BP Gulf well cap working so far

BP Plc's stricken oil well showed no sign of leaking on Friday after a new cap stopped crude flow into the Gulf of Mexico, but President Barack Obama cautioned there was more work to do before the gusher was permanently stopped.

BP conducted a pressure test on the well after choking it off with the new seal and cap on Thursday. Underwater robots scanned the sea floor for signs of oil leaks, which could mean the undersea well was damaged.

"We've seen no negative evidence of any breaching there," said Kent Wells, BP's senior vice president of exploration and production.

Obama, speaking at the White House, cautiously welcomed the news. "We won't be done until we actually know that we've killed the well and that we have a permanent solution in place. We're moving in that direction, but I don't want us to get too far ahead of ourselves."

The president is under fire to push BP to permanently plug the leak and clean up the mess as it harms the environment and economy across five states of the Gulf of Mexico. The spill has cut into multi-billion dollar fishing, tourism and drilling industries.

BP's shares inched higher in London on Friday on hopes that it has at last been able to stop the oil that has been leaking for the past three months and can focus on the cleanup.

After up to 48 hours of tests, BP aims to siphon all the oil coming out of the well with the seal installed this week and send it a mile up to ships on the water's surface.

The tests will show whether the well and cap are b enough to contain the oil if those vessels must disconnect during a hurricane or other emergency that may occur before relief wells permanently plug the leak.

A First

It was the first time BP managed to cap the flow since the April 20 explosion that killed 11 men and caused the worst offshore oil spill in U.S. history. The disaster has devastated fragile communities and ecosystems along the Gulf, hurting local economies and jobs.

Investors remained cautious as previous attempts to stop the leak did not work. Many in battered coastal communities remained skeptical as well.

"This is only the second day. I am not celebrating anything yet," said Cindy Nelson of Biloxi.

Estimates vary widely of BP's total costs, which will run on for many years as lawsuits wind their way through courts.

Three analysts surveyed by Reuters Insider television forecast BP will spend between $63 billion to $100 billion over the next 15 years in fines, cleanup costs and legal costs while analyst Peter Hutton at NCB Securities in London pegs total costs at $40 billion.

"It's relief all around to see that (undersea) camera with no oil coming out," said Hutton. "But people recognize that they're not completely out of the woods."

The battered shares more than halved in value during the first two months of the crisis, but have bounced by more than 40 percent since touching a low in late June. About $65 billion has been wiped off BP's market value since the rig explosion.

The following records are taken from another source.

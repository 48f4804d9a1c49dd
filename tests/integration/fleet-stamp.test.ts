// The fleet table kept under the organisation's fleet stamp (docs/decisions/026): each web
// process keeps an organisation's fleet rows until a database trigger raises the stamp. These
// tests write from this process — another process than the server's, as a job or a second web
// process would — and check that the server's next page shows every change, that a warm page
// reads nothing but the session, and that the cache changes nothing about who may see what.
import { afterAll, beforeAll, describe, expect, test } from "vitest";
import { Membership, Organisation, Site, User } from "#models/index";
import { getDatabase } from "#server/db/database.server";
import { deviceRevisions } from "#server/devices/index";
import { closeAnalysisPool } from "#server/jobs/analysis-pool.server";
import { revisionAnalysisQueue } from "#server/jobs/revision-analysis.server";
import { stopJobQueue } from "#server/jobs/job-queue.server";
import type { AuditActor } from "#server/services/audit.server";
import { createDevice, deleteDevice, saveEdit } from "#server/services/devices.server";
import { dismissFinding } from "#server/services/findings.server";
import { updateSite } from "#server/services/sites.server";
import { signUpNewOrganisation, type FetchResult, type TestClient } from "../support/client";
import { plain } from "../support/html";

const sequelize = getDatabase();
const actor: AuditActor = { userId: null, email: "fleet-stamp-test@test.example", clientAddress: "192.0.2.41" };
let owner: TestClient;
let slug = "";
let organisationId = "";
let siteId = "";

/** An invented quay gateway (RFC 5737 outside, RFC 1918 inside) with cleartext http on its management interface (a medium finding). */
function quay(name: string) {
  return {
    schemaVersion: 2,
    device: { name, timezone: "UTC" },
    interfaces: [
      { name: "outside", role: "wan", addresses: ["198.51.100.70/24"], listeners: [] },
      { name: "mgmt", role: "management", addresses: ["10.71.0.1/24"], listeners: ["https", "http"] },
    ],
    addresses: [{ name: "quay-ops", entries: ["10.71.0.0/24"] }],
    inboundRules: [
      { id: "ops-in", interface: "mgmt", sources: ["quay-ops"], destinations: ["any"], services: ["https"], action: "allow" },
      { id: "drop-rest", interface: "any", sources: ["any"], destinations: ["any"], services: ["any"], action: "deny" },
    ],
    accounts: [{ name: "quay-admin", loginSources: ["quay-ops"], secondFactor: "totp" }],
    operatorNetworks: ["quay-ops"],
  };
}
const CLEARTEXT_KEY = "cleartext-listener interface:mgmt service:http";

/** The query count the server reported for this response (Server-Timing). */
function queriesOf(response: FetchResult): number {
  const match = /db;desc="(\d+) queries"/.exec(response.headers.get("Server-Timing") ?? "");
  if (!match) throw new Error(`no query count in Server-Timing (status ${response.status})`);
  return Number(match[1]);
}

async function fleetPage(client: TestClient = owner): Promise<string> {
  const response = await client.get(`/o/${slug}/devices`);
  expect(response.status).toBe(200);
  return plain(response.text);
}

async function stamp(): Promise<string> {
  return (await Organisation.findByPk(organisationId, { attributes: ["fleetStamp"], rejectOnEmpty: true })).fleetStamp;
}

beforeAll(async () => {
  ({ client: owner, slug } = await signUpNewOrganisation("fleet-stamp"));
  organisationId = (await Organisation.findOne({ where: { slug }, rejectOnEmpty: true })).id;
  siteId = (await Site.create({ organisationId, name: "Quay office", customer: "", location: "" })).id;
  await createDevice(organisationId, siteId, quay("quay-01"), actor, "created");
  await revisionAnalysisQueue.idle();
});

afterAll(async () => {
  await stopJobQueue();
  await closeAnalysisPool();
  await sequelize.close();
});

describe("The fleet table under its stamp", () => {
  test("Every table the fleet shows carries the trigger that raises the stamp", async () => {
    const [rows] = await sequelize.query("SELECT tgrelid::regclass::text AS name FROM pg_trigger WHERE tgname LIKE '%\\_fleet\\_stamp' ORDER BY 1");
    expect((rows as Array<{ name: string }>).map((row) => row.name)).toEqual(["change_proposals", "device_revisions", "devices", "field_checks", "finding_dismissals", "revision_analyses", "sites"]);
  });

  test("A warm fleet page reads only the session; a device added elsewhere shows on the next request, with a new stamp", async () => {
    expect(await fleetPage()).toContain("quay-01");
    const warm = await owner.get(`/o/${slug}/devices`);
    expect(queriesOf(warm)).toBe(1);
    const before = await stamp();
    await createDevice(organisationId, siteId, quay("quay-02"), actor, "created");
    await revisionAnalysisQueue.idle();
    expect(BigInt(await stamp())).toBeGreaterThan(BigInt(before));
    const page = await fleetPage();
    expect(page).toContain("quay-02");
    expect(page).toContain("2 of 2 devices");
  });

  test("An edit saved elsewhere (a new revision that renames the device) shows on the next request", async () => {
    await fleetPage();
    const devices = await deviceRevisions.current(organisationId);
    const first = devices.find(({ device }) => device.name === "quay-01")!;
    await saveEdit(organisationId, first.device.id, first.revision.number, (document) => ({ ...document, device: { ...document.device, name: "quay-01-renamed" } }), actor, "renamed");
    await revisionAnalysisQueue.idle();
    const page = await fleetPage();
    expect(page).toContain("quay-01-renamed");
  });

  test("A site renamed, a finding dismissed and a device deleted elsewhere each show on the next request", async () => {
    await fleetPage();
    await updateSite(organisationId, siteId, { name: "Quay control room", customer: "", location: "" }, actor);
    expect(await fleetPage()).toContain("Quay control room");

    const before = await owner.get(`/o/${slug}/devices.data?_routes=routes/organisation/devices/fleet`);
    const found = (await deviceRevisions.current(organisationId)).find(({ device }) => device.name === "quay-02")!;
    expect((await dismissFinding(found, CLEARTEXT_KEY, "Plain http is blocked upstream on this quay; tracked in change 914.", actor)).state).toBe("in-effect");
    const after = await owner.get(`/o/${slug}/devices.data?_routes=routes/organisation/devices/fleet`);
    // The dismissed finding leaves quay-02's counts: the table's data changed with it.
    expect(after.text).not.toBe(before.text);
    expect(queriesOf(after)).toBeGreaterThan(1);

    expect(await deleteDevice(organisationId, found.device.id, actor)).toBe(true);
    const page = await fleetPage();
    expect(page).not.toContain("quay-02");
    expect(page).toContain("1 of 1 device");
  });

  test("Another organisation never sees the kept rows, and a member removed loses the page at once", async () => {
    expect(await fleetPage()).toContain("quay-01-renamed");
    const other = await signUpNewOrganisation("fleet-stamp-other");
    expect((await other.client.get(`/o/${slug}/devices`)).status).toBe(404);
    const otherPage = plain((await other.client.get(`/o/${other.slug}/devices`)).text);
    expect(otherPage).not.toContain("quay-01");

    // The other organisation's owner joins this one as an engineer: the kept table is theirs to see…
    const user = await User.findOne({ where: { email: other.email }, rejectOnEmpty: true });
    const membership = await Membership.create({ userId: user.id, organisationId, role: "engineer" });
    expect(await fleetPage(other.client)).toContain("quay-01-renamed");
    // …until they are removed: the next request is refused, though the rows are still kept.
    await membership.destroy();
    expect((await other.client.get(`/o/${slug}/devices`)).status).toBe(404);
    expect(queriesOf(await owner.get(`/o/${slug}/devices`))).toBe(1);
  });
});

But investors welcomed reports that BP was moving closer to sealing the first deal in its planned $10 billion of non-core divestments to help pay for cleanup costs.

The company and bankers were finalizing details of the sales of assets, including some U.S. interests to Apache Corp, said CNBC and the Financial Times.

Political Environment

The good news about halting the oil flow in the Gulf was tempered by concern about BP's future in the United States.

The crisis has complicated U.S. relations with close ally Britain. Many Britons believe Washington is treating BP too harshly, to the detriment of pension funds and other investors there who have big stakes in the energy giant.

The U.S. Senate Foreign Relations Committee plans to ask BP officials to testify after the UK-based oil giant said it had lobbied the British government in 2007 over a prisoner transfer agreement with Libya.

U.S. Secretary of State Hillary Clinton told Britain's foreign minister in a phone call on Friday that Britain may want to communicate with the U.S. Congress about Libyan intelligence officer Abdel Basset al-Megrahi release.

The Scottish government denied on Friday it had any contact with BP before its decision last year to release the Libyan.

BP also faced new measures in the U.S. Congress. Lawmakers are considering a range of new rules that could require tougher safety regulations on offshore drilling or bar companies like BP from new offshore exploration leases.

The company will likely release the flow of oil again after the tests -- siphoning up to 80,000 barrels a day to ships until it can seal the well permanently.

That should be more than enough to capture the whole well output, as estimates put the spill rate at between 35,000 barrels (1.47 million gallons/5.56 million liters) and 60,000 barrels (2.5 million gallons/9.5 million liters) a day.

The British energy giant still expects to complete drilling a new well by early August to intersect the ruptured well -- which extends 2.5 miles under the seabed -- and seal it with mud and cement.